Step 32. To begin to control of spent calories. It is best to eat every day the same amount of food (input) and at the end of the week, to control the result: if Your weight is reduced by 0.5-1 kg, all the right in the future is to use the same amount of food. If after a week the weight is increased or has not changed, it is necessary to reduce the number of calories (200 Kcal, then if necessary every week for 100 Kcal). To reduce the calorie content should be up to the moment when the weekly weight loss will be 0.5-1 kg.
Step 33. Do not exceed the limit of 250 Kcal per meal, this way you will speed up your metabolism.
Step 34. Divide Your 3 meals into 6 without an increase in the amount of eaten food - it will speed up the metabolism and fat burning.
Step 35. Conduct weekly monitoring of your condition: the measurement and recording of your current weight (better to do it in the morning on an empty stomach), take pictures. In the future it will give You additional motivation with an eye on the road.
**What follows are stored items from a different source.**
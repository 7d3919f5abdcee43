import { Inject, Injectable } from '@nestjs/common';
import { sql } from 'kysely';
import { booleanArrayLiteral, textArrayLiteral } from '../database/array-literals.js';
import { DATABASE, type Database } from '../database/database.js';
import type { SiteUpdatedEvent } from '../site-updates/site-updates.js';
import { SiteUpdates } from '../site-updates/site-updates.js';

/** Gateways per last-seen UPDATE. */
const LAST_SEEN_PER_STATEMENT = 5_000;

export interface GatewayCredentials {
  id: string;
  siteId: string;
  secretHash: string;
  revoked: boolean;
  batteryNominalVolts: number | null;
}

/** Gateways as ingest sees them: credentials to check, last-seen and online state to record. */
@Injectable()
export class GatewaysRepository {
  constructor(
    @Inject(DATABASE) private readonly db: Database,
    private readonly siteUpdates: SiteUpdates,
  ) {}

  async findCredentials(id: string): Promise<GatewayCredentials | null> {
    const row = await this.db
      .selectFrom('gateways as g')
      .leftJoin('battery_banks as b', 'b.site_id', 'g.site_id')
      .select(['g.id', 'g.site_id', 'g.secret_hash', 'g.revoked_at', 'b.nominal_voltage_v'])
      .where('g.id', '=', id)
      .executeTakeFirst();
    if (!row) return null;
    return {
      id: row.id,
      siteId: row.site_id,
      secretHash: row.secret_hash,
      revoked: row.revoked_at !== null,
      batteryNominalVolts: row.nominal_voltage_v,
    };
  }

  /** Records online/offline changes and announces them (NOTIFY with what: ["gateway"]). */
  async setOnline(
    changes: readonly { id: string; siteId: string; online: boolean; at: Date }[],
  ): Promise<SiteUpdatedEvent[]> {
    if (changes.length === 0) return [];
    return this.db.transaction().execute(async (trx) => {
      await sql`
        update gateways g set online = c.online, status_changed_at = c.at,
          last_seen_at = greatest(g.last_seen_at, c.at)
        from unnest(${textArrayLiteral(changes.map((c) => c.id))}::text[],
                    ${booleanArrayLiteral(changes.map((c) => c.online))}::bool[],
                    ${textArrayLiteral(changes.map((c) => c.at.toISOString()))}::timestamptz[])
          as c(id, online, at)
        where g.id = c.id and g.online is distinct from c.online`.execute(trx);
      const at = new Date().toISOString();
      const sites = [...new Set(changes.map((c) => c.siteId))];
      const updates: SiteUpdatedEvent[] = sites.map((siteId) => ({
        siteId,
        what: ['gateway'],
        at,
      }));
      await this.siteUpdates.notifyInTransaction(trx, updates);
      return updates;
    });
  }

  /**
   * Moves last-seen times forward (never back), in slices of a few thousand gateways: the
   * parameters of one statement for a whole fleet are built on the event loop that answers
   * PUBACKs (see database/array-literals.ts).
   */
  async touchLastSeen(seen: ReadonlyMap<string, number>): Promise<void> {
    const all = [...seen];
    for (let from = 0; from < all.length; from += LAST_SEEN_PER_STATEMENT) {
      const slice = all.slice(from, from + LAST_SEEN_PER_STATEMENT);
      const ids = slice.map(([id]) => id);
      const times = slice.map(([, at]) => new Date(at).toISOString());
      await sql`
        update gateways g set last_seen_at = s.at
        from unnest(${textArrayLiteral(ids)}::text[], ${textArrayLiteral(times)}::timestamptz[])
          as s(id, at)
        where g.id = s.id and (g.last_seen_at is null or g.last_seen_at < s.at)`.execute(this.db);
    }
  }
}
Step 36. Get enough sleep. Lack of sleep increases the level of the "hormone of hunger" - ghrelin. The person unconsciously increases the need for excess calories.
Step 37. Take a contrasting shower. It accelerates the metabolism, strengthens blood vessels, strengthens the immunity, makes the skin supple.
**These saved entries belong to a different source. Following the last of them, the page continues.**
import { z } from 'zod';

export const HEALTH = ['act', 'silent', 'watch', 'steady'] as const;
export type Health = (typeof HEALTH)[number];

export const fleetSiteSchema = z.object({
  id: z.string(),
  name: z.string(),
  locality: z.string(),
  /** steady: nothing open; watch: a warning open; act: needs action now; silent: no data. */
  health: z.enum(HEALTH),
  healthReason: z.string(),
  lastSeenAt: z.date().nullable(),
  openAlerts: z.object({ count: z.number(), kinds: z.array(z.string()) }),
  battery: z
    .object({
      /** Best estimate 0–100, null when the voltage cannot tell (e.g. LiFePO4 plateau). */
      stateOfChargePercent: z.number().nullable(),
      lowPercent: z.number(),
      highPercent: z.number(),
      confidence: z.enum(['good', 'wide', 'indeterminate']),
      volts: z.number().nullable(),
      at: z.date().nullable(),
    })
    .nullable(),
  water: z
    .object({
      storedM3: z.number(),
      capacityM3: z.number(),
      percent: z.number(),
      /** Days until empty at the last 7 days' average use; null when use is not measurable. */
      daysLeft: z.number().nullable(),
      at: z.date().nullable(),
    })
    .nullable(),
  /** 24 hourly means (oldest first, null for hours without data) of `spark.measurement`. */
  spark: z
    .object({ measurement: z.string(), unit: z.string(), values: z.array(z.number().nullable()) })
    .nullable(),
});
export type FleetSite = z.infer<typeof fleetSiteSchema>;

export const fleetResponse = z.object({
  generatedAt: z.date(),
  /** Start of the first spark hour, ms since the epoch; each spark value covers one hour. */
  sparkStart: z.number(),
  /** Sites in each health state over the whole fleet (every page). */
  counts: z.object({ act: z.number(), silent: z.number(), watch: z.number(), steady: z.number() }),
  page: z.object({ limit: z.number(), offset: z.number(), total: z.number() }),
  /** This page of sites, worst first (act, silent, watch, steady), then by name. */
  sites: z.array(fleetSiteSchema),
});
export type FleetResponse = z.infer<typeof fleetResponse>;

export const fleetQuery = z.object({
  /** Sites per page (default 200; up to 5,000 for a whole fleet at once). */
  limit: z.coerce.number().int().min(1).max(5000).default(200),
  offset: z.coerce.number().int().min(0).default(0),
});
export type FleetQuery = z.infer<typeof fleetQuery>;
Step 38. Have sex with your favorite person: You will be able to burn calories, tone muscle, and then to pull out the toxins (if to take a proactive stance). In the end, you will have to "pull" food from a sense of dissatisfaction (which is the most important thing, don't fill after sex). Gradually you will be able to develop healthy habits: eat right, cleanse your body, leading an active life. Extremely small amounts can sometimes eat high-calorie product (not recommended in the beginning of the diet). The main principle of weight-loss is to consume more calories than you consume. The higher Your physical activity, the more calories you "burn".
Step 39. If you have a sedentary job, and then try every 45 minutes get up and move for 5-10 minutes. During this time, you can take a break or to work standing up.
Step 40. Follow the same principle when watching TELEVISION and working on the computer.
Step 41. Start with easy walking for 15 minutes a day. Each week increase the duration by 5 minutes until you reach 1 hour. It is best if you are partially or fully replace the use of motor vehicles for Walking.
The step 42. When You reach the 1 hour walks, go in a high pace and reduce the walking to 30 minutes a day. Each week add 5 minutes until the total time reaches 1 hour.
The step 43. Depending on the health do the exercises at home. Start with 5 push-UPS, sit UPS and the downs the torso in the course of the day. Every 3 days add 1 extra repetition of the exercises to 15. Follows the same principle, by increasing the number of sets of exercises.
A step 44. You can continue to study at home or train in the gym depending on your goals.
Not the fasting! Minimum calories per day (for sedentary lifestyle) should not be under 1200 Calories for women and 1600 Calories for men. Drastic reduction in calorie threatens to decreased immunity, weakness. Better to compensate for the calories consumed regular exercise.